EverCV reaches 550 signal sources: AI/ML runtimes, mobile release pipelines, and the tools no one talks about at conferences
EverCV crossed 550 signal sources overnight. The jump from 400 to 550 covered territory I hadn't expected to hit this quickly — partly because the AI tooling landscape has exploded in the last year, and partly because the pattern-match for adding a new source has gotten fast enough that 50 sources in a night is just… a night's work.
What filled in from 400 → 550
The categories broke down differently than the previous rounds.
AI inference and LLM runtimes. Groq, OpenRouter, Mistral, Anthropic API, Ollama — these are the inference providers that most ML-adjacent engineers are calling daily. They generate a signal that currently lives only in API billing dashboards and vanishes from engineering history entirely. If you spent three months building a RAG system on top of Anthropic's API, that should show up as "shipped a production RAG pipeline" not "used some APIs." EverCV now captures the call volume, model selections, and batch job completions.
The AI framework side: DSPy compilation runs, CrewAI multi-agent task executions, LlamaIndex query engine usage, vLLM serving deployments, BentoML model deployments. If your team has an ML platform, these are the signals that distinguish "built the ML platform" from "wrote the word 'transformers' in a bullet point."
Mobile CI/CD and release pipelines. Fastlane lane executions, Expo EAS builds and updates, Xcode Cloud build completions, Google Play track promotions, Apple TestFlight builds. Mobile releases are notoriously undercaptured in engineering CVs — the toolchain is fragmented and the work lives in Xcode and Gradle configs rather than GitHub commits. If you managed a mobile release pipeline, EverCV now has the receipts.
Build tools and alternative CI systems. Woodpecker CI, Drone CI, Tekton pipeline runs, Argo Workflow completions, Spinnaker stage executions, Mage build targets. The CI monoculture narrative (GitHub Actions or it didn't happen) doesn't match reality. Plenty of teams run Tekton or Argo on-prem for cost or compliance reasons, and that work is currently invisible.
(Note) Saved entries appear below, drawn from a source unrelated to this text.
"""Role checks, enforced on the server."""

from __future__ import annotations

from functools import wraps

from flask import abort
from flask_login import current_user, login_required

#: Roles that create jobs and enter readings.
TESTING_ROLES = ("apprentice", "tester")
#: Roles that review, return and approve submitted jobs.
REVIEW_ROLES = ("supervisor",)


def role_required(*roles: str):
    """View decorator: logged in, and with one of ``roles`` (403 otherwise)."""

    def decorate(view):
        @wraps(view)
        @login_required
        def wrapped(*args, **kwargs):
            if current_user.role not in roles:
                abort(403)
            return view(*args, **kwargs)

        return wrapped

    return decorate


def can_test(user=None) -> bool:
    """True when the user may create jobs and enter readings."""
    user = current_user if user is None else user
    return bool(getattr(user, "is_authenticated", False)) and user.role in TESTING_ROLES


def can_review(user=None) -> bool:
    """True when the user may review and approve jobs."""
    user = current_user if user is None else user
    return bool(getattr(user, "is_authenticated", False)) and user.role in REVIEW_ROLES


def may_assign_tester(user, job) -> bool:
    """Who may change who tested a job: its tester or a supervisor (while no tester is set,
    the person who created the job)."""
    if user.role in REVIEW_ROLES:
        return True
    if job.tester_id is None:
        return job.created_by in (None, user.id)
    return job.tester_id == user.id


def may_submit(user, job) -> bool:
    """Who may submit a job for review: its tester, and for an apprentice's job (the
    apprentice is its tester) also the tester the apprentice works under. Never a supervisor:
    the person who reviews a job does not also put it forward (they reassign the tester)."""
    if user.role in REVIEW_ROLES:
        return False
    if job.tester_id == user.id:
        return True
    if job.tester_id is None:
        return job.created_by == user.id
    tester = job.tester
    return tester is not None and tester.role == "apprentice" and tester.mentor_id == user.id
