"""Limits on failed sign-in attempts, kept in the database so every app server sees them.

An account (the user name as typed, whether or not it exists, so the limit says nothing
about which names are real) is refused after ``ACCOUNT_FAILURES`` failures within
``WINDOW``; an address after ``ADDRESS_FAILURES``. While refused, even the right password is
not checked. A successful sign-in clears the account's count. Attempts older than a day are
deleted as new ones come in.

Flask-Limiter counts requests in memory, Redis or Memcached; none of its storages is the SQL
database every server here already shares, and it counts requests rather than failures of one
account, so these few queries are our own.
"""

from __future__ import annotations

import datetime as dt

from sqlalchemy import delete, func, select

from fieldapp.extensions import db
from fieldapp.models import LoginAttempt, utcnow

WINDOW = dt.timedelta(minutes=15)
ACCOUNT_FAILURES = 5
ADDRESS_FAILURES = 30
KEEP = dt.timedelta(days=1)
MESSAGE = ("Too many failed sign-in attempts. Wait 15 minutes and try again, or ask a "
           "supervisor to reset the password.")


def account_key(username: str) -> str:
    return (username or "").strip().lower()[:64]


def _failures_since(column, value: str, since: dt.datetime) -> int:
    last_ok = db.session.scalar(select(func.max(LoginAttempt.at)).where(
        column == value, LoginAttempt.succeeded.is_(True))) if column is LoginAttempt.username \
        else None
    start = max(since, last_ok) if last_ok else since
    return db.session.scalar(select(func.count(LoginAttempt.id)).where(
        column == value, LoginAttempt.succeeded.is_(False), LoginAttempt.at > start)) or 0


def blocked(username: str, address: str) -> bool:
    """True while this account or this address has too many recent failures."""
    since = utcnow() - WINDOW
    return (_failures_since(LoginAttempt.username, account_key(username), since)
            >= ACCOUNT_FAILURES
            or _failures_since(LoginAttempt.address, address[:64], since) >= ADDRESS_FAILURES)


def record(username: str, address: str, succeeded: bool) -> None:
    """Store one attempt (and forget those older than a day). Not committed."""
    now = utcnow()
    db.session.execute(delete(LoginAttempt).where(LoginAttempt.at < now - KEEP))
    db.session.add(LoginAttempt(at=now, username=account_key(username), address=address[:64],
                                succeeded=succeeded))
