"""Login, logout and the user loader."""

from flask import Blueprint

bp = Blueprint("auth", __name__, template_folder=None)

from fieldapp.auth import views  # noqa: E402, F401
Infrastructure and edge. Packer build completions, Vault policy updates, Tailscale ACL pushes, Traefik provider configurations, nginx Unit app deployments, HAProxy backend changes. Infrastructure work is systematically undervalued in CVs because it doesn't produce artifacts that show up in git history — it produces running systems. EverCV captures the deployment events that prove the work happened.
Monitoring and alerting platforms (the ones that aren't Datadog). PRTG alert events, LibreNMS alerts, OpenObserve alert triggers, SigNoz alert firings, HyperDX anomaly detections, Grafana OnCall shift handoffs. The observability space has fractured. Plenty of companies can't afford Datadog and run their own stack. That work matters too.
E-commerce and headless commerce. Vendure order events, Swell order webhooks. Niche, but if you spent six months building a custom storefront on top of a headless commerce engine, this is the evidence that "built the storefront" means something specific.
The pattern that emerged
At 400 sources, the gap was mostly categories — whole tooling domains that weren't covered. At 550, the gap is increasingly depth — the same category might have five tools that all need separate adapters. Monitoring is the clearest example: there are now adapters for Datadog, Prometheus, Grafana, VictoriaMetrics, LibreNMS, PRTG, OpenObserve, SigNoz, HyperDX, and Grafana OnCall. If your team uses any combination of these, EverCV has the adapter.
The other thing that emerged: the AI tooling category went from zero to twelve sources in one pass. That's not going to slow down. The next batch will probably add more LLM observability tools (Langfuse, Helicone, Arize), more ML deployment platforms (Seldon, Cortex, BentoCloud), and more agent frameworks. The AI engineering discipline is producing tooling faster than any other segment right now.
What's next
The immediate constraint is the SAM deploy — the adapters are built, the tests pass (1,750 new assertions this pass, 19,000+ across all adapter tests), and the landing page is ready. What's missing is the running backend.
The secondary constraint is the scoring layer. At 550 sources, the hard part isn't collecting the signals — it's deciding what weight to give a Fastlane lane execution versus a Tekton pipeline run versus a vLLM serving deployment. Those aren't the same kind of work. The bucketing logic (SHIPPED vs CONTEXT\_SWITCH) handles the coarse distinction, but the fine-grained signal-to-career-story mapping is still a work in progress.
That's the next design problem. The scale one is largely solved.